In his strongest tone so far, Koizumi repeated his anti-nuclear arguments at a lecture here on March 11, the fourth anniversary of the Great East Japan Earthquake and tsunami that led to the meltdowns at the Fukushima power plant.

Persistent leaks and the accumulation of radioactive water at the nuclear plant have long hampered efforts to decommission the reactors there.

But in front of an international audience in September 2013, during the final presentation in Tokyo’s bid to host the 2020 Olympics, Prime Minister Shinzo Abe said the water problem was “under control.”

“It is not under control at all,” Koizumi said of Abe’s comment. “I cannot believe he could ever say something like that.”

Koizumi also questioned the rationale behind the Abe government’s plans to restart reactors whose operations were suspended after the 2011 disaster.

“The chairman of the Nuclear Regulation Authority has said that even if nuclear power plants meet the NRA’s new regulation standards, that itself does not guarantee their safety,” the former prime minister said.

He added that nuclear power is the “least cost-effective method of power generation.”

Koizumi also criticized the government’s plan to unilaterally select the location for the final repository of spent nuclear fuel, which has been piling up at nuclear plants around the nation.

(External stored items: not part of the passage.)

using LunarShadow.Api.Formatting;
using LunarShadow.Api.Validation;
using LunarShadow.Astronomy.Embedded;
using LunarShadow.Astronomy.Ephemeris;
using LunarShadow.Astronomy.Frames;
using LunarShadow.Astronomy.Time;
using LunarShadow.Astronomy.Units;
using Microsoft.AspNetCore.Http.HttpResults;

namespace LunarShadow.Api.Ephemeris;

/// <summary>GET /api/v1/ephemeris: apparent places of the Sun and Moon.</summary>
internal static class EphemerisEndpoints
{
    public static IEndpointRouteBuilder MapEphemerisEndpoints(this IEndpointRouteBuilder routes)
    {
        routes.MapGet("/api/v1/ephemeris", Get)
            .WithName("GetEphemeris")
            .Takes(Takes)
            .WithTags("Ephemeris")
            .WithSummary("Apparent places of the Moon and Sun at one instant")
            .WithDescription("Geocentric apparent right ascension, declination and distance of date (ELP/MPP02, VSOP87, Vondrák 2011 precession, IAU 2000B nutation, light time and aberration), semi-diameters and parallaxes, and for the Moon its libration, the position angle of its axis and the sub-solar point (Meeus 1998, ch. 53); with a site, topocentric places with refraction, topocentric libration and axis.");
        return routes;
    }

    public static readonly Parameter Utc = new("utc", ParameterType.Instant,
        "The instant, ISO 8601 with Z or an offset, years −1999 to +3000 (e.g. 2025-03-14T06:58:00Z).")
    { Required = true };

    // The site is optional here: give lat and lon (with elevation and air) for topocentric places.
    private static readonly EndpointParameters Takes = new(
    [
        Utc, Parameters.Latitude with { Required = false }, Parameters.Longitude with { Required = false }, Parameters.Elevation,
        Parameters.Pressure, Parameters.Temperature, Parameters.DeltaT, Parameters.DeltaTModel,
    ]);

    internal static Results<Ok<EphemerisResponse>, ValidationProblem> Get(HttpRequest request)
    {
        var f = RequestFields.FromQuery(request, new QueryReader());
        var instant = f.Instant(Utc);
        var site = SiteParameters.ReadSite(f, required: false);
        var model = ModelChoice.DeltaT(f);
        if (!f.Reader.IsValid || instant is null) return Problems.InvalidQuery(f.Reader);

        var converter = new TimeScaleConverter(model);
        var tt = converter.ToTerrestrialTime(instant.Value);
        var ut1 = converter.ToUniversalTime(tt);
        var deltaTValue = converter.DeltaTAt(tt);
        var sky = ApparentPlaceCalculator.Default.Geocentric(tt, ut1);
        TopocentricPlace? Topocentric(ApparentPlace body) =>
            site is not null ? ApparentPlaceCalculator.Topocentric(body, sky.GreenwichApparentSiderealTime, site.Location, site.Air) : null;

        var moon = Body(sky.Moon, Topocentric(sky.Moon), isSun: false);
        var orientation = MoonOrientation.At(tt, sky.Nutation, sky.MeanObliquity);
        var geocentric = MoonPhysicalEphemeris.Compute(orientation, sky.Moon.TrueEquatorialKm, sky.Moon.TrueEquatorialKm, sky.Sun.TrueEquatorialKm);
        moon = moon with
        {
            Libration = Point(geocentric.Libration),
            AxisPositionAngleDegrees = TimeFormats.Round(geocentric.AxisPositionAngle.Degrees, 4),
            SubSolarPoint = Point(geocentric.SubSolarPoint),
        };
        if (site is not null && moon.Topocentric is { } seen)
        {
            // Seen from the site: the line of sight from the observer (true equator of date) replaces the geocentric one.
            var siteTrueOfDate = RotationMatrix.AboutZ(-sky.GreenwichApparentSiderealTime.Radians) * site.Location.EarthFixedKm();
            var fromSite = MoonPhysicalEphemeris.Compute(orientation, sky.Moon.TrueEquatorialKm - siteTrueOfDate, sky.Moon.TrueEquatorialKm, sky.Sun.TrueEquatorialKm);
            moon = moon with { Topocentric = seen with { Libration = Point(fromSite.Libration), AxisPositionAngleDegrees = TimeFormats.Round(fromSite.AxisPositionAngle.Degrees, 4) } };
        }

        return TypedResults.Ok(new EphemerisResponse(
            TimeFormats.Utc(instant.Value),
            TimeFormats.Tt(tt),
            TimeFormats.Round(tt.JulianDate.Day, 8),
            TimeFormats.Round(deltaTValue.Seconds, 3),
            TimeFormats.Round(deltaTValue.UncertaintySeconds, 3),
            deltaTValue.Model,
            "apparent place: true equator and equinox of date, geocentric unless under topocentric",
            moon,
            Body(sky.Sun, Topocentric(sky.Sun), isSun: true),
            EmbeddedDataSet.VersionTag));
    }

    private static LibrationResponse Point(SelenographicPoint point) =>
        new(TimeFormats.Round(point.Longitude.Degrees, 4), TimeFormats.Round(point.Latitude.Degrees, 4));

    private static BodyPlace Body(ApparentPlace place, TopocentricPlace? topocentric, bool isSun) => new(
        TimeFormats.Round(place.RightAscension.Hours, 7),
        TimeFormats.Round(place.Declination.Degrees, 6),
        TimeFormats.Round(place.DistanceKm, 1),
        isSun ? TimeFormats.Round(place.DistanceKm / EarthOrbitTheory.AstronomicalUnitKm, 8) : null,
        TimeFormats.Round(place.EclipticLongitude.Degrees, 6),
        TimeFormats.Round(place.EclipticLatitude.Degrees, 6),
        TimeFormats.Round(place.SemiDiameter.Arcseconds, 2),
        TimeFormats.Round(place.HorizontalParallax.Arcseconds, 3),
        topocentric is null ? null : new TopocentricBodyPlace(
            TimeFormats.Round(topocentric.RightAscension.Hours, 7),
            TimeFormats.Round(topocentric.Declination.Degrees, 6),
            TimeFormats.Round(topocentric.ApparentAltitude.Degrees, 4),
            TimeFormats.Round(topocentric.TrueAltitude.Degrees, 4),
            TimeFormats.Round(topocentric.Azimuth.Degrees, 4),
            TimeFormats.Round(topocentric.DistanceKm, 1),
            TimeFormats.Round(topocentric.SemiDiameter.Arcseconds, 2)));
}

“It is irresponsible for the government to make the decision and force other parties to obey it when the resumption of idled nuclear power plants is set to produce even more spent fuel,” he said.

Koizumi said a political decision is needed to end the nation’s dependence on nuclear energy.

“If the government shifts to a policy of having no nuclear power plants, then the nation can see economic growth through natural sources of energy,” he said.